Study questions cost-effectiveness of PCSK9 inhibitors

Study data published Tuesday in JAMA indicate that the prices of PCSK9 inhibitors including Amgen's Repatha (evolocumab) and Sanofi and Regeneron Pharmaceuticals' Praluent (alirocumab) should be dramatically cut to make them cost-effective in the US. In the study, the researchers estimated that the treatments, which on average cost more than $14 000 per patient per year, could increase healthcare spending in the US by as much as $120 billion annually. Study author Kirsten Bibbins-Domingo remarked "this hopefully should prompt some discussion about what are reasonable or tolerable drug prices in the US." 

In the study, the investigators used a simulation model to assess the cost-effectiveness of PCSK9 inhibitors and ezetimibe when administered on top of statin therapy in the treatment of heterozygous familial hypercholesterolemia (FH) or atherosclerotic cardiovascular disease (ASCVD). The model adopted an annual cost of $14 350 for PCSK9 inhibitors based on the mean wholesale price of Repatha and Praluent. The main outcome measures of the study included major adverse cardiovascular events, incremental cost per quality-adjusted life-year (QALY) and total effect on US healthcare spending over a five-year period. 

Findings from the study suggested that the addition of PCSK9 inhibitors to statin therapy would prevent 316 300 major adverse cardiovascular events in patients with heterozygous FH at a cost of $503 000 per QALY versus adding ezetimibe to statins. Meanwhile, for ASCVD, the data indicated that PCSK9 inhibitors added to statins would prevent 4.3 million major adverse cardiovascular events at a cost of $414 000 per QALY compared with the addition of ezetimibe. 

Additionally, based on 2015 prices, the researchers estimated that while the use of PCSK9 inhibitors in all eligible patients would decrease cardiovascular care costs by $29 billion over five years, drug costs would rise by $592 billion over the same period. Conversely, they estimated that initiating statin therapy in all statin-tolerant people in this high-risk population would reduce healthcare spending by $12 billion. 

Commenting on the news, Amgen indicated that it "strongly believes in the clinical and economic value of Repatha," adding that the study presents "just one view" on the drug. The company added that other research identified a "value-based price" for Repatha as high as $15 000, exceeding both the current list price of the drug and the net price paid by purchasers in the US. 

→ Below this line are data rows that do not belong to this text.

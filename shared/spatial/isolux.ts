import { Delaunay } from 'd3-delaunay';
import { contours } from 'd3-contour';
import { booleanPointInPolygon } from '@turf/boolean-point-in-polygon';
import { point as turfPoint } from '@turf/helpers';
import { polygonAreaM2, toTurfPolygon, type PlanPoint } from './polygon';

/** The EN 12464-1 scale of illuminance steps, lux (EN 12464-1:2011, 4.3; as listed in DOMAIN.md). */
export const EN12464_SCALE_LUX = [20, 30, 50, 75, 100, 150, 200, 300, 500, 750, 1000, 1500, 2000, 3000, 5000] as const;

export type MeasuredPoint = { x: number; y: number; lux: number };

export type IsoluxLevel = {
  lux: number;
  /** Open or closed polylines in plan metres. */
  lines: PlanPoint[][];
  /** Where to put the level's label: the middle of its longest line. */
  labelAt: PlanPoint;
};

export type IsoluxResult = {
  levels: IsoluxLevel[];
  /** The measured points' convex hull (plan metres); nothing is drawn outside it. */
  hull: PlanPoint[] | null;
  /** Grid spacing used, metres: the lines' position is good to about one cell. */
  cellM: number;
  /** Why nothing could be drawn, when levels is empty. */
  reason: string | null;
};

export type IsoluxOptions = {
  /** Grid cells along the zone's longer side (default 120, capped at 400). */
  cellsAcross?: number;
  levels?: readonly number[];
};

/**
 * Isolux lines of one zone: the points are interpolated linearly over their Delaunay
 * triangulation (d3-delaunay) onto a grid covering the zone, the grid is contoured with
 * d3-contour at the EN 12464-1 steps that fall within the measured range, and only the
 * parts inside both the zone and the points' hull are kept. No value is ever extrapolated:
 * grid nodes outside every triangle stay empty, and line pieces that touch an empty node
 * (or a node outside the zone) are cut away.
 */
export function isoluxLines(points: readonly MeasuredPoint[], zone: readonly PlanPoint[], options: IsoluxOptions = {}): IsoluxResult {
  const usable = mergeDuplicates(points.filter((p) => Number.isFinite(p.x) && Number.isFinite(p.y) && Number.isFinite(p.lux)));
  const empty = (reason: string, hull: PlanPoint[] | null = null, cellM = 0): IsoluxResult => ({ levels: [], hull, cellM, reason });
  if (usable.length < 3) return empty('Fewer than 3 measured points with a value: no lines.');
  if (zone.length < 3) return empty('The zone has no outline.');

  const delaunay = Delaunay.from(usable, (p) => p.x, (p) => p.y);
  const tri = delaunay.triangles;
  const hull = (delaunay.hullPolygon() as PlanPoint[]).slice(0, -1);
  // d3-delaunay jitters collinear points into sliver triangles: a hull under 1 cm2 has no area to speak of.
  if (tri.length === 0 || polygonAreaM2(hull) < 1e-4) return empty('The points lie on one line: no area to interpolate over.');

  let x0 = Infinity, y0 = Infinity, x1 = -Infinity, y1 = -Infinity;
  for (const [x, y] of zone) {
    x0 = Math.min(x0, x); y0 = Math.min(y0, y); x1 = Math.max(x1, x); y1 = Math.max(y1, y);
  }
  const across = Math.min(400, Math.max(10, options.cellsAcross ?? 120));
  const cellM = Math.max(x1 - x0, y1 - y0) / across;
  // Grid nodes at x0 + i * cellM, i = 0..nx-1 (and likewise in y), covering the zone's box.
  const nx = Math.floor((x1 - x0) / cellM) + 1;
  const ny = Math.floor((y1 - y0) / cellM) + 1;
  const values = new Float64Array(nx * ny).fill(NaN);

  // Rasterise each triangle: barycentric interpolation is exactly linear interpolation on it.
  const eps = 1e-9;
  for (let t = 0; t < tri.length; t += 3) {
    const a = usable[tri[t]], b = usable[tri[t + 1]], c = usable[tri[t + 2]];
    const det = (b.y - c.y) * (a.x - c.x) + (c.x - b.x) * (a.y - c.y);
    if (Math.abs(det) < 1e-12) continue;
    const iMin = Math.max(0, Math.ceil((Math.min(a.x, b.x, c.x) - x0) / cellM - eps));
    const iMax = Math.min(nx - 1, Math.floor((Math.max(a.x, b.x, c.x) - x0) / cellM + eps));
    const jMin = Math.max(0, Math.ceil((Math.min(a.y, b.y, c.y) - y0) / cellM - eps));
    const jMax = Math.min(ny - 1, Math.floor((Math.max(a.y, b.y, c.y) - y0) / cellM + eps));
    for (let j = jMin; j <= jMax; j++) {
      const y = y0 + j * cellM;
      for (let i = iMin; i <= iMax; i++) {
        const x = x0 + i * cellM;
        const wa = ((b.y - c.y) * (x - c.x) + (c.x - b.x) * (y - c.y)) / det;
        const wb = ((c.y - a.y) * (x - c.x) + (a.x - c.x) * (y - c.y)) / det;
        const wc = 1 - wa - wb;
        if (wa < -eps || wb < -eps || wc < -eps) continue;
        values[j * nx + i] = wa * a.lux + wb * b.lux + wc * c.lux;
      }
    }
  }

  const zoneTurf = toTurfPolygon(zone);
  for (let j = 0; j < ny; j++) {
    for (let i = 0; i < nx; i++) {
      const k = j * nx + i;
      if (!Number.isNaN(values[k]) && !booleanPointInPolygon(turfPoint([x0 + i * cellM, y0 + j * cellM]), zoneTurf)) values[k] = NaN;
    }
  }

  let lo = Infinity, hi = -Infinity;
  for (const v of values) if (!Number.isNaN(v)) { lo = Math.min(lo, v); hi = Math.max(hi, v); }
  if (!Number.isFinite(lo)) return empty('No measured area inside the zone.', hull, cellM);
  const steps = (options.levels ?? EN12464_SCALE_LUX).filter((l) => l > lo && l < hi);
  if (steps.length === 0) return empty('The measured range has no step of the EN 12464-1 scale inside it.', hull, cellM);

  // A closed loop enclosing no more than one measured point's share of the hull is a single
  // reading's bump (noise around a level near the zone's average), not a pattern: leave it out.
  const minLoopAreaM2 = polygonAreaM2(hull) / usable.length;
  const generator = contours().size([nx, ny]).smooth(false);
  const grid = Array.from(values);
  const valueAt = (i: number, j: number) => values[j * nx + i];
  const levels: IsoluxLevel[] = [];
  for (const level of steps) {
    const lines: PlanPoint[][] = [];
    for (const poly of generator.contour(grid, level).coordinates) {
      for (const ring of poly) for (const line of cutRing(ring as [number, number][], level, valueAt, nx, ny, x0, y0, cellM)) lines.push(line);
    }
    const kept = lines.filter((l) => l.length >= 2 && !(isClosed(l) && polygonAreaM2(l.slice(0, -1)) < minLoopAreaM2));
    if (kept.length === 0) continue;
    const longest = kept.reduce((a, b) => (b.length > a.length ? b : a));
    levels.push({ lux: level, lines: kept, labelAt: longest[Math.floor(longest.length / 2)] });
  }
  return { levels, hull, cellM, reason: levels.length ? null : 'No line lies inside the measured area.' };
}

/**
 * d3-contour's unsmoothed vertices sit halfway between two neighbouring grid nodes (node i
 * at contour coordinate i + 0.5): an integer x means nodes (x-1, floor y) and (x, floor y),
 * an integer y means nodes (floor x, y-1) and (floor x, y). We place each vertex by linear
 * interpolation between those two nodes, and cut the ring where a node is empty (outside
 * the hull or the zone): d3-contour treats empty nodes as below every level, so those
 * pieces would trace the edge of the data, not an isolux line.
 */
function cutRing(ring: [number, number][], level: number, valueAt: (i: number, j: number) => number, nx: number, ny: number, x0: number, y0: number, cellM: number): PlanPoint[][] {
  const pieces: PlanPoint[][] = [];
  let current: PlanPoint[] = [];
  const first = ring[0], last = ring[ring.length - 1];
  const open = ring.length > 1 && first[0] === last[0] && first[1] === last[1] ? ring.slice(0, -1) : ring;
  const placed = open.map(([gx, gy]) => {
    let ia: number, ja: number, ib: number, jb: number;
    if (Number.isInteger(gx)) { ia = gx - 1; ib = gx; ja = jb = Math.floor(gy); }
    else { ia = ib = Math.floor(gx); ja = gy - 1; jb = gy; }
    if (ia < 0 || ja < 0 || ib >= nx || jb >= ny) return null;
    const va = valueAt(ia, ja), vb = valueAt(ib, jb);
    if (Number.isNaN(va) || Number.isNaN(vb) || va === vb) return null;
    const f = Math.min(1, Math.max(0, (level - va) / (vb - va)));
    return [x0 + (ia + f * (ib - ia)) * cellM, y0 + (ja + f * (jb - ja)) * cellM] as PlanPoint;
  });
  // A closed ring entirely inside the data: keep it closed.
  if (placed.every((p) => p !== null)) return [[...(placed as PlanPoint[]), placed[0] as PlanPoint]];
  // Otherwise start after an empty vertex so that no piece is split across the ring's seam.
  const start = placed.findIndex((p) => p === null);
  for (let k = 1; k <= placed.length; k++) {
    const p = placed[(start + k) % placed.length];
    if (p === null) { if (current.length) pieces.push(current); current = []; }
    else current.push(p);
  }
  if (current.length) pieces.push(current);
  return pieces;
}

function isClosed(line: PlanPoint[]): boolean {
  const a = line[0], b = line[line.length - 1];
  return line.length > 3 && a[0] === b[0] && a[1] === b[1];
}

/** Readings at the same spot (a repeated point) enter as their mean. */
function mergeDuplicates(points: readonly MeasuredPoint[]): MeasuredPoint[] {
  const byKey = new Map<string, { x: number; y: number; sum: number; n: number }>();
  for (const p of points) {
    const key = `${p.x.toFixed(4)},${p.y.toFixed(4)}`;
    const e = byKey.get(key);
    if (e) { e.sum += p.lux; e.n++; } else byKey.set(key, { x: p.x, y: p.y, sum: p.lux, n: 1 });
  }
  return [...byKey.values()].map((e) => ({ x: e.x, y: e.y, lux: e.sum / e.n }));
}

In addition, Steven Nissen, chairman of cardiovascular medicine at the Cleveland Clinic, suggested it is too soon to attempt to determine the cost-effectiveness of PCSK9 inhibitors because their full benefits are not yet known. Amgen expects to report data from a study of Repatha's effects on cardiovascular outcomes in the first quarter of next year, while Regeneron estimated that interim outcome data for Praluent could be unveiled as soon as this year. 

Meanwhile, an analysis released last year by the Institute for Clinical and Economic Review (ICER) indicated that the prices of PCSK9 inhibitors should be slashed by as much as 67 percent to ensure their cost-effectiveness.